Items listed in a dataset:

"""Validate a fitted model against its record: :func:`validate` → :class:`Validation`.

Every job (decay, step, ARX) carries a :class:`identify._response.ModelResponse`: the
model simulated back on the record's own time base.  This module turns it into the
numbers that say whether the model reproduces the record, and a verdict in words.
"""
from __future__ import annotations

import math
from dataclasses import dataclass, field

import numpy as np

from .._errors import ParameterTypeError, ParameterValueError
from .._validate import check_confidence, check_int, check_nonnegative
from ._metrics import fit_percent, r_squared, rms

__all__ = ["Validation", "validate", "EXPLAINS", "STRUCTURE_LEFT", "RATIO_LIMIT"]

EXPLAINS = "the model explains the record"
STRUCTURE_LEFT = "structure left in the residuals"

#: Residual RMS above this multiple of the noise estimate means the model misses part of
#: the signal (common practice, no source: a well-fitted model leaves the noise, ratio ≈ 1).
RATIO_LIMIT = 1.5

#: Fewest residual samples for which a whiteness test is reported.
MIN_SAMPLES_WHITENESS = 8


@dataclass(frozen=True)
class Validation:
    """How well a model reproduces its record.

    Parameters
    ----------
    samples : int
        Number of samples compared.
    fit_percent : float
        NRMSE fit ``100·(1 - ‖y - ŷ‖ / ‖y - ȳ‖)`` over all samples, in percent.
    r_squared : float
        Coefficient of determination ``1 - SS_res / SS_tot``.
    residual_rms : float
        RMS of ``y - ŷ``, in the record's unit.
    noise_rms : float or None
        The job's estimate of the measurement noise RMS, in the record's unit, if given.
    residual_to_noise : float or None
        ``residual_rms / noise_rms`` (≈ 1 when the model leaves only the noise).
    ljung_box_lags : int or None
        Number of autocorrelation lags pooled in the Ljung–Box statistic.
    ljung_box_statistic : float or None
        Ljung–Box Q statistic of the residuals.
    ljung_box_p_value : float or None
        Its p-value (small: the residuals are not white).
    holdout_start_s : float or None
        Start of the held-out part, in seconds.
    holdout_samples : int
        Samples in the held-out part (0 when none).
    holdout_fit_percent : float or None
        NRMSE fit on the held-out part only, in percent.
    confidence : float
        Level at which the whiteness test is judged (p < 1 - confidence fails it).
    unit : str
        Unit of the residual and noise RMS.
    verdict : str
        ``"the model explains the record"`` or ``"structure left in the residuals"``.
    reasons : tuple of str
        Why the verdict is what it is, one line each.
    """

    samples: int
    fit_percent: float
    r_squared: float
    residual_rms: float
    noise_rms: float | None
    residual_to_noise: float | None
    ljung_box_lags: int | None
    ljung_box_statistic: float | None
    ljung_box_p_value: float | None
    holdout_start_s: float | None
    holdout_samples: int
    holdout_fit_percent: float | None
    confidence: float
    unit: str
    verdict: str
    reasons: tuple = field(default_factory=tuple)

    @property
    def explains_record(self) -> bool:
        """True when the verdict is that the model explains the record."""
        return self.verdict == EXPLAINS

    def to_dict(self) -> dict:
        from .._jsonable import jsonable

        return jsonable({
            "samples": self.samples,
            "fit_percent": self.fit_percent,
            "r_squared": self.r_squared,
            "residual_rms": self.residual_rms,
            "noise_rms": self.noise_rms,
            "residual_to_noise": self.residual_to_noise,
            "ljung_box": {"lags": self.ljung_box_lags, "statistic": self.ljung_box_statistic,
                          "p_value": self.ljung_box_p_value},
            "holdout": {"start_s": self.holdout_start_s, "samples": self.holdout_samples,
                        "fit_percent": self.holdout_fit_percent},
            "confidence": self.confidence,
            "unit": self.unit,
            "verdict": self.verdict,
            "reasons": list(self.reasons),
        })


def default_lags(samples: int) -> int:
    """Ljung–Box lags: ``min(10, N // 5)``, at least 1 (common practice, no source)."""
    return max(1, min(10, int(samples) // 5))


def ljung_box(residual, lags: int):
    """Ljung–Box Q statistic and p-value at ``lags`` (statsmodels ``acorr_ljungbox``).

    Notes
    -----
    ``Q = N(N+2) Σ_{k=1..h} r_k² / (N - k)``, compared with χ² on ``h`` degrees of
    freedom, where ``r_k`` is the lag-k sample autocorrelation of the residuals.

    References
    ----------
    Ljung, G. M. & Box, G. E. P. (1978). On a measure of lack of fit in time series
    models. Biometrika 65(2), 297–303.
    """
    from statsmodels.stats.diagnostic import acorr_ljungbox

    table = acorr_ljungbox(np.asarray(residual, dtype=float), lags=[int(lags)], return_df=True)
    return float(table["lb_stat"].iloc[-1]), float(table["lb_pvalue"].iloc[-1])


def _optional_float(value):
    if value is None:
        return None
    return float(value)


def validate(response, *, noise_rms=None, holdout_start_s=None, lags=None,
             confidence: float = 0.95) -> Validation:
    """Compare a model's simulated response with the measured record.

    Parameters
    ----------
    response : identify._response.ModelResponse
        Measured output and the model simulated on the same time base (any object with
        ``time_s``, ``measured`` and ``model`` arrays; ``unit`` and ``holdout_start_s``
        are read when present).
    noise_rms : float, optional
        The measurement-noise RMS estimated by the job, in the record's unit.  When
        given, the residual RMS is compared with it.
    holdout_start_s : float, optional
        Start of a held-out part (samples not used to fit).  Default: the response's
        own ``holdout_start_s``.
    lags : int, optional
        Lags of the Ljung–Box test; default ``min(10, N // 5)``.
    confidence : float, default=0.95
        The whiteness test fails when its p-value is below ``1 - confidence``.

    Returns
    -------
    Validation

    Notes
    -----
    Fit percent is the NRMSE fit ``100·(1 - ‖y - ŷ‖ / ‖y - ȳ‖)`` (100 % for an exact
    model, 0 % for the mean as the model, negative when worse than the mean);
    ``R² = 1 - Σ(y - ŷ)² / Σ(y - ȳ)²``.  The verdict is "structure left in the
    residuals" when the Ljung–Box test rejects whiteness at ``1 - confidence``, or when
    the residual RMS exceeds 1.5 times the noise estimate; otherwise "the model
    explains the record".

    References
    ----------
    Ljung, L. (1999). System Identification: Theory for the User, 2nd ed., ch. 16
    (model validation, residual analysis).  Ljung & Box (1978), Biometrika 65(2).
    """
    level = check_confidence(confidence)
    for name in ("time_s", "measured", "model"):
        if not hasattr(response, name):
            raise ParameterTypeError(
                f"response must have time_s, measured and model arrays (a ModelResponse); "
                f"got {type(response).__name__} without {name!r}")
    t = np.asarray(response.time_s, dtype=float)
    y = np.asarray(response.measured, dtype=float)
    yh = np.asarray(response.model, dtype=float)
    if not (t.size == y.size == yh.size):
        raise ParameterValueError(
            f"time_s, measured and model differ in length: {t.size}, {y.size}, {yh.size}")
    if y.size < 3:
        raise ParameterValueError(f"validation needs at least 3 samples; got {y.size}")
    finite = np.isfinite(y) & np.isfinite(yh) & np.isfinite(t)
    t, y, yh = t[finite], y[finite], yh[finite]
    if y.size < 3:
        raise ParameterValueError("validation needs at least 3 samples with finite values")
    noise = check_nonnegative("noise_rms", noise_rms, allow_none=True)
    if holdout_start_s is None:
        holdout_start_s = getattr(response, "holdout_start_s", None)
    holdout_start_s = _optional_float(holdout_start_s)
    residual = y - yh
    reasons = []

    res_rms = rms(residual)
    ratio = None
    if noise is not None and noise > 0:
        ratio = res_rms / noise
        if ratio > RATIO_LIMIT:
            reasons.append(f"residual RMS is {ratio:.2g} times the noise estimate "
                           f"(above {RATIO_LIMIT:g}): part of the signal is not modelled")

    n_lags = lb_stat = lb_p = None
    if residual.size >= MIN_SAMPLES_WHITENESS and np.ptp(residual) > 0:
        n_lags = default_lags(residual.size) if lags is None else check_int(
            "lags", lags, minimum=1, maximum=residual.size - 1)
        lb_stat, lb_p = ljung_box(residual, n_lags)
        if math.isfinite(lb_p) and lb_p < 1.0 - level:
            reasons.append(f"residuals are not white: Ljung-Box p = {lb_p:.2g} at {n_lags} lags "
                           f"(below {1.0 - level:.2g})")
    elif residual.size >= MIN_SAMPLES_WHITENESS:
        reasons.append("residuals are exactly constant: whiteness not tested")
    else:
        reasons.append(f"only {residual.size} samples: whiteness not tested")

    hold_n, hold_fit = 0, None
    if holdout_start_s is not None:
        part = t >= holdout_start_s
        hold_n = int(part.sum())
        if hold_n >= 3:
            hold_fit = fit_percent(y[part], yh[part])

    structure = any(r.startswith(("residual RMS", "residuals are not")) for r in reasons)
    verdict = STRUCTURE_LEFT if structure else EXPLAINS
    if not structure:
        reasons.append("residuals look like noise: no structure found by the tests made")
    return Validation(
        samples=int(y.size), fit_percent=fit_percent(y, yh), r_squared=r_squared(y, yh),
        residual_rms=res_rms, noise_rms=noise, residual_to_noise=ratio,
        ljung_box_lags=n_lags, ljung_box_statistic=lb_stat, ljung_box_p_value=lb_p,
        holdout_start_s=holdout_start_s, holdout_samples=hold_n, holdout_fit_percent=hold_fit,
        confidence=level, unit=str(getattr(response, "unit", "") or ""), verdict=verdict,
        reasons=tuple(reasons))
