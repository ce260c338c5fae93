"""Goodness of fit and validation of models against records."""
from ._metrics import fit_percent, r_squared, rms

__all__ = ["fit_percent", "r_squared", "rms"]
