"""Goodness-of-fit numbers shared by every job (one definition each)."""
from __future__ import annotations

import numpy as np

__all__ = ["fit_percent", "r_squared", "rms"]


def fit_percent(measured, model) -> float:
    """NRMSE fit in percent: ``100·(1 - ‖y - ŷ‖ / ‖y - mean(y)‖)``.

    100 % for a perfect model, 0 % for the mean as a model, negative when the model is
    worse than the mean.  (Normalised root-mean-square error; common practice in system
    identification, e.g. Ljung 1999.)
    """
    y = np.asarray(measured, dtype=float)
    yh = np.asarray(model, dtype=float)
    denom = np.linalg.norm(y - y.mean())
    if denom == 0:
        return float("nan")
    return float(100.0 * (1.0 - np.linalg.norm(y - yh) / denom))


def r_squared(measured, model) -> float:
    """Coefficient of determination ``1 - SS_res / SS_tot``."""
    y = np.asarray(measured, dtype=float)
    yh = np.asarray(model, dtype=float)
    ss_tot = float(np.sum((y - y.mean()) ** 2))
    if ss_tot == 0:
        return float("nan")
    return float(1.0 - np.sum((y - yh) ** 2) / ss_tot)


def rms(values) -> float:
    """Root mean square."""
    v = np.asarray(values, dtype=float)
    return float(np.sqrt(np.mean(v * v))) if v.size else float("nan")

Your instructions:
Lines that contain "against" are to be copied from the records above.

Completed exercise:
"""Validate a fitted model against its record: :func:`validate` → :class:`Validation`.
"""Goodness of fit and validation of models against records."""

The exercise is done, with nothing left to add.